Na(+)-ATPase was not inhibited by
ouabain or an H(+),K(+)-
ATPase inhibitor,
Sch 28080, but was almost completely blocked by 2 mM
furosemide.
Leptin administered intraperitoneally (1 mg/kg) decreased the Na(+),K(+)-
ATPase activity in the renal medulla at 0.5 and 1 h by 22.1% and 27.1%, respectively, but had no effect on
Na(+)-ATPase in the renal cortex.
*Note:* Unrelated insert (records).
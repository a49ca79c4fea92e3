"""Package writing and hardened reading (layout, closed file set, tar safety, strict JSON).

`build_package` here is also used by test_verify_tamper.py and test_cli_verify.py: it makes a
small synthetic package by hand (no video pipeline).
"""

import hashlib
import io
import json
import os
import re
import tarfile
from dataclasses import replace
from pathlib import Path

import numpy as np
import pytest

from redact import jsonio
from redact.errors import OutputError, PackageError
from redact.formats.quality_jsonl import FrameQuality, encode_quality_line
from redact.formats.review_json import ReviewFile, ReviewRange, encode_review
from redact.formats.tracks_json import TrackRecord, encode_tracks
from redact.provenance import merkle, package, signing
from redact.provenance.log import TransformLog
from redact.provenance.predicate import (
    Disclosure,
    FaultCounts,
    LogRecord,
    ModelRecord,
    Predicate,
    ReviewCounts,
    SourceRecord,
    ToolRecord,
)
from redact.provenance.summary import summarise_package
from redact.skeletons.rows import encode_row
from redact.vision.records import Tracks

SEED = bytes(range(32))  # a fixed test key (not a published vector; any 32 bytes are a valid seed)
N_FRAMES = 6


def FIXED_CLOCK() -> str:
    """Log time of every entry of the hand-made packages, so they are the same bytes on every run."""
    return "2025-01-01T00:00:00.000000Z"



def synthetic_rows() -> bytes:
    out = []
    for f in range(N_FRAMES):
        m = 2 if f < 4 else 1
        kp = np.zeros((m, 17, 3), np.float32) + np.arange(17, dtype=np.float32)[None, :, None] + f
        tracks = Tracks(np.arange(1, m + 1), np.tile([[10, 20, 50, 120]], (m, 1)), np.full(m, 0.9), kp,
                        np.ones(m, bool), np.zeros(m, np.int32))
        out.append(encode_row(f, f * 512, f / 25.0, tracks, status="fault" if f == 5 else "ok"))
    return b"".join(out)


def build_package(root: Path, signer: signing.Signer, *, archive: bool = False, video: bool = True,
                  name: str = "package", stopped_early: str | None = None) -> dict:
    """A complete signed package from small synthetic files; returns its paths and payload."""
    root.mkdir(parents=True, exist_ok=True)
    source = root / "source.bin"
    source.write_bytes(b"synthetic source video bytes\n" * 50)
    red = root / "redacted.mp4"
    red.write_bytes(b"synthetic redacted video\n" * 40)
    staging = root / f".{name}.staging"
    staging.mkdir()
    digests = [hashlib.sha256(f"frame {i}".encode()).digest() for i in range(N_FRAMES)]
    (staging / package.SKELETONS).write_bytes(synthetic_rows())
    (staging / package.TRACKS).write_bytes(encode_tracks([TrackRecord(1, 0, 5, 6, 0, 0.0, 0.2),
                                                          TrackRecord(2, 0, 3, 4, 0, 0.0, 0.12)]))
    (staging / package.QUALITY).write_bytes(b"".join(
        encode_quality_line(FrameQuality(i, i / 25, 50.0, 10.0, 100.0, 2 if i < 4 else 1, 1, 0, 0.9, 0))
        for i in range(N_FRAMES)))
    (staging / package.REVIEW).write_bytes(encode_review(ReviewFile((ReviewRange(4, 5, 0.16, 0.2, ("track lost",)),),
                                                                    {"merge_gap": 5}, N_FRAMES)))
    (staging / package.FRAMES).write_bytes(merkle.format_frame_digests(digests))
    log = TransformLog(staging / package.LOG, clock=FIXED_CLOCK)
    log.append("decode", frames=N_FRAMES)
    log.append("redaction", style="blur", frames=[0, N_FRAMES - 1])
    predicate = test_predicate(
        SourceRecord(name="source.bin", sha256=hashlib.sha256(source.read_bytes()).hexdigest(),
                     bytes=source.stat().st_size, duration=0.24, fps="25/1", frames=N_FRAMES,
                     width=64, height=48, frames_root=merkle.root(digests).hex(), stopped_early=stopped_early))
    final = root / (f"{name}.tar" if archive else name)
    payload = package.write_package(staging, final, predicate, signer, video=red if video else None, archive=archive,
                                    clock=FIXED_CLOCK)
    return {"path": final, "source": source, "video": red, "payload": payload, "predicate": predicate,
            "digests": digests}


def test_predicate(source: SourceRecord | None = None, **changes) -> Predicate:
    """A small typed predicate for hand-made packages (no video pipeline)."""
    source = source or SourceRecord("source.bin", "ab" * 32, 100, 0.24, "25/1", N_FRAMES, 64, 48)
    p = Predicate(source=source, model=ModelRecord("test-model", "00" * 32, "test"), parameters={"style": "blur"},
                  privacy={}, disclosure=Disclosure(), review=ReviewCounts(1, 2), faults=FaultCounts(1),
                  tool=ToolRecord("redact", "0.1.0"), created="2025-01-01T00:00:00Z")
    return replace(p, **changes)


test_predicate.__test__ = False  # a helper, not a test


@pytest.fixture
def signer():
    return signing.Signer.from_seed(SEED)


def test_directory_layout_and_statement(tmp_path, signer):
    p = build_package(tmp_path, signer)
    final = p["path"]
    files = sorted(os.listdir(final))
    assert files == sorted(["skeletons.jsonl", "tracks.json", "quality.jsonl", "review.json", "frames.sha256",
                            "log.jsonl", "envelope.json"])
    assert not (tmp_path / ".package.staging").exists()
    env = json.loads((final / "envelope.json").read_bytes())
    assert env["payloadType"] == "application/vnd.in-toto+json"
    assert base64_payload(env) == p["payload"]
    st = json.loads(p["payload"])
    assert st["_type"] == "https://in-toto.io/Statement/v1"  # in-toto Statement v1
    assert st["predicateType"] == package.PREDICATE_TYPE
    by_name = {s["name"]: s for s in st["subject"]}
    assert set(by_name) == set(files) - {"envelope.json"} | {"redacted.mp4"}
    for name in set(files) - {"envelope.json"}:
        data = (final / name).read_bytes()
        assert by_name[name]["digest"]["sha256"] == hashlib.sha256(data).hexdigest()
        assert by_name[name]["annotations"] == {"role": "package-file", "bytes": len(data)}
    assert by_name["redacted.mp4"]["annotations"]["role"] == "redacted-video"
    assert by_name["redacted.mp4"]["digest"]["sha256"] == hashlib.sha256(p["video"].read_bytes()).hexdigest()
    lines = (final / "log.jsonl").read_bytes().splitlines(keepends=True)
    assert st["predicate"]["log"] == {"head": hashlib.sha256(lines[-1]).hexdigest(), "entries": len(lines)}
    last = json.loads(lines[-1])
    assert last["kind"] == "sign" and last["key_id"] == signer.key_id
    assert st["predicate"]["source"]["frames_root"] == merkle.root(p["digests"]).hex()
    assert p["predicate"].log is None  # the caller's predicate is not changed


def base64_payload(env):
    return signing.b64decode_any(env["payload"])


def test_tar_layout(tmp_path, signer):
    p = build_package(tmp_path, signer, archive=True)
    with tarfile.open(p["path"]) as tar:
        members = tar.getmembers()
    assert sorted(m.name for m in members) == [m.name for m in members]
    assert {m.name for m in members} >= {"envelope.json", "log.jsonl", "skeletons.jsonl"}
    assert all(m.isreg() and m.mtime == 0 and m.uid == 0 and m.mode == 0o644 for m in members)
    assert sorted(os.listdir(tmp_path)) == ["package.tar", "redacted.mp4", "source.bin"]  # no staging, no temp


def test_writer_refuses(tmp_path, signer):
    p = build_package(tmp_path, signer)
    staging = tmp_path / "s"
    staging.mkdir()
    (staging / "a.json").write_bytes(b"{}")
    with pytest.raises(OutputError, match="already exists"):
        package.write_package(staging, p["path"], test_predicate(), signer)
    with pytest.raises(OutputError, match="must not contain 'log'"):
        package.write_package(staging, tmp_path / "p2", test_predicate(log=LogRecord("00" * 32, 1)), signer)
    with pytest.raises(OutputError, match="strict JSON"):
        package.write_package(staging, tmp_path / "p2", test_predicate(parameters={"x": float("inf")}), signer)
    with pytest.raises(OutputError, match="must be a redact.provenance.predicate.Predicate"):
        package.write_package(staging, tmp_path / "p2", {"source": {}}, signer)  # a dict is not a predicate
    os.symlink(tmp_path / "source.bin", staging / "link")
    with pytest.raises(OutputError, match="symlink"):
        package.write_package(staging, tmp_path / "p2", test_predicate(), signer)
    os.unlink(staging / "link")
    (staging / package.FRAMES).write_bytes(merkle.format_frame_digests([b"\x01" * 32]))
    bad_root = replace(test_predicate().source, frames_root="00" * 32)
    with pytest.raises(OutputError, match="frames_root"):
        package.write_package(staging, tmp_path / "p2", test_predicate(source=bad_root), signer)
    assert not (tmp_path / "p2").exists()
    assert not (staging / "log.jsonl").exists()  # a refused write leaves the staging directory as it was


@pytest.mark.parametrize("name,ok", [
    ("skeletons.jsonl", True), ("events/labels.json", True), ("../x", False), ("a/../b", False),
    ("/etc/passwd", False), ("C:/x", False), ("a\\b", False), ("a\x00b", False), ("", False), ("./a", False),
    ("a//b", False), ("a/", False), ("tab\there", False), ("..", False),
])
def test_check_name(name, ok):
    assert (package.check_name(name) is None) == ok


def tar_with(path: Path, members: list[tuple[tarfile.TarInfo, bytes]]) -> Path:
    with tarfile.open(path, "w", format=tarfile.GNU_FORMAT) as tar:
        for info, data in members:
            info.size = len(data) if info.isreg() else 0
            tar.addfile(info, io.BytesIO(data) if info.isreg() else None)
    return path


def info(name, type_=tarfile.REGTYPE, linkname=""):
    i = tarfile.TarInfo(name)
    i.type = type_
    i.linkname = linkname
    return i


@pytest.mark.parametrize("member,expect", [
    (info("../x"), "'..'"),
    (info("/abs"), "absolute"),
    (info("ok/../../x"), "'..'"),
    (info("link", tarfile.SYMTYPE, "/etc/passwd"), "link"),
    (info("hard", tarfile.LNKTYPE, "a.json"), "link"),
    (info("dev", tarfile.CHRTYPE), "device"),
    (info("fifo", tarfile.FIFOTYPE), "FIFO"),
    (info("dir", tarfile.DIRTYPE), "directory"),
    (info("a\\b"), "backslash"),
])
def test_tar_reader_flags_unsafe_members(tmp_path, member, expect):
    path = tar_with(tmp_path / "t.tar", [(info("a.json"), b"{}"), (member, b"x")])
    with package.open_package(path) as r:
        assert "a.json" in r.files and len(r.files) == 1
        assert any(expect in p for p in r.problems), r.problems
    assert sorted(os.listdir(tmp_path)) == ["t.tar"]  # nothing was extracted


def test_tar_reader_flags_duplicates_and_garbage(tmp_path):
    path = tar_with(tmp_path / "t.tar", [(info("a.json"), b"{}"), (info("a.json"), b"[]")])
    with package.open_package(path) as r:
        assert any("more than once" in p for p in r.problems)
    junk = tmp_path / "junk.tar"
    junk.write_bytes(b"not a tar" * 100)
    with pytest.raises(PackageError, match="tar"):
        with package.open_package(junk):
            pass


def test_directory_reader_flags_links_and_specials(tmp_path):
    d = tmp_path / "pkg"
    d.mkdir()
    (d / "a.json").write_bytes(b"{}")
    os.symlink("a.json", d / "alias.json")
    os.mkfifo(d / "pipe")
    (d / "empty").mkdir()
    (d / "sub").mkdir()
    (d / "sub" / "b.json").write_bytes(b"[]")
    with package.open_package(d) as r:
        assert r.files == {"a.json": 2, "sub/b.json": 2}
        assert any("alias.json: symlink" in p for p in r.problems)
        assert any("pipe: not a regular file" in p for p in r.problems)
        assert any("empty: unexpected empty directory" in p for p in r.problems)
        assert r.read("sub/b.json", 10) == b"[]"
        with pytest.raises(PackageError, match="limit"):
            r.read("a.json", 1)


# RFC 7493 (I-JSON) §2: what the strict reader must refuse.
@pytest.mark.parametrize("text,expect", [
    (b'{"a":1,"a":2}', "duplicate key"),
    (b'{"a":NaN}', "NaN"),
    (b'{"a":Infinity}', "Infinity"),
    (b'{"a":-Infinity}', "Infinity"),
    (b'{"a":1e400}', "infinity"),
    (b'{"a":9007199254740992}', "2**53"),
    (b'\xef\xbb\xbf{}', "byte-order mark"),
    (b'{"a":"\xff"}', "UTF-8"),
    (b'{"a":"\\ud800"}', "surrogate"),
    (b'[' * 100 + b']' * 100, "nesting"),
    (b'[' * 200000, "nesting"),
    (b'{"a":1} x', "invalid JSON"),
    (b'{"a":{"b":1,"b":1}}', "duplicate key"),
])
def test_strict_json_refuses(text, expect):
    with pytest.raises(PackageError, match=re.escape(expect)):
        jsonio.loads(text, "t.json")


def test_strict_json_size_limit_before_parsing():
    with pytest.raises(PackageError, match="exceeds the limit"):
        jsonio.loads(b"[" + b"1," * 100 + b"1]", "big.json", limit=50)
    assert jsonio.loads(b'{"a":[1,2.5,"\\u00e9",null,true]}', "ok.json") == {"a": [1, 2.5, "é", None, True]}
    assert jsonio.loads(b'{"a":9007199254740991}', "ok.json") == {"a": 2**53 - 1}


def test_summary_counts(tmp_path, signer):
    p = build_package(tmp_path, signer)
    s = summarise_package(p["path"], [signer.public_key])
    assert s["verified"] and s["key_id"] == signer.key_id
    # synthetic_rows: 6 frames, 2 people in frames 0-3 and 1 in frames 4-5, ids 1 and 2, frame 5 a fault
    assert s["counts"] == {"frames": 6, "people": 10, "detections": 10, "predicted": 0, "tracks": 2,
                           "fault_frames": 1}
    assert s["flagged"] == [{"frames": [4, 5], "seconds": [0.16, 0.2], "reasons": ["track lost"],
                             "explained": ["track lost"]}]
    assert s["source"]["frames"] == N_FRAMES and s["model"]["id"] == "test-model"
    u = summarise_package(p["path"])
    assert not u["verified"] and u["counts"] == s["counts"]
Chronic hyperleptinemia induced by repeated subcutaneous
leptin injections (0.25 mg/kg twice daily for 7 days) increased cortical Na(+),K(+)-
ATPase, medullary Na(+),K(+)-
ATPase and cortical
Na(+)-ATPase by 32.4%, 84.2% and 62.9%, respectively. In rats with dietary-induced
obesity, the Na(+),K(+)-
ATPase activity was higher in the renal cortex and medulla by 19.7% and 34.3%, respectively, but
Na(+)-ATPase was not different from control. These data indicate that both renal Na(+)-dependent
ATPases are separately regulated and that up-regulation of
Na(+)-ATPase may contribute to Na(+) retention and arterial
hypertension induced by chronic hyperleptinemia.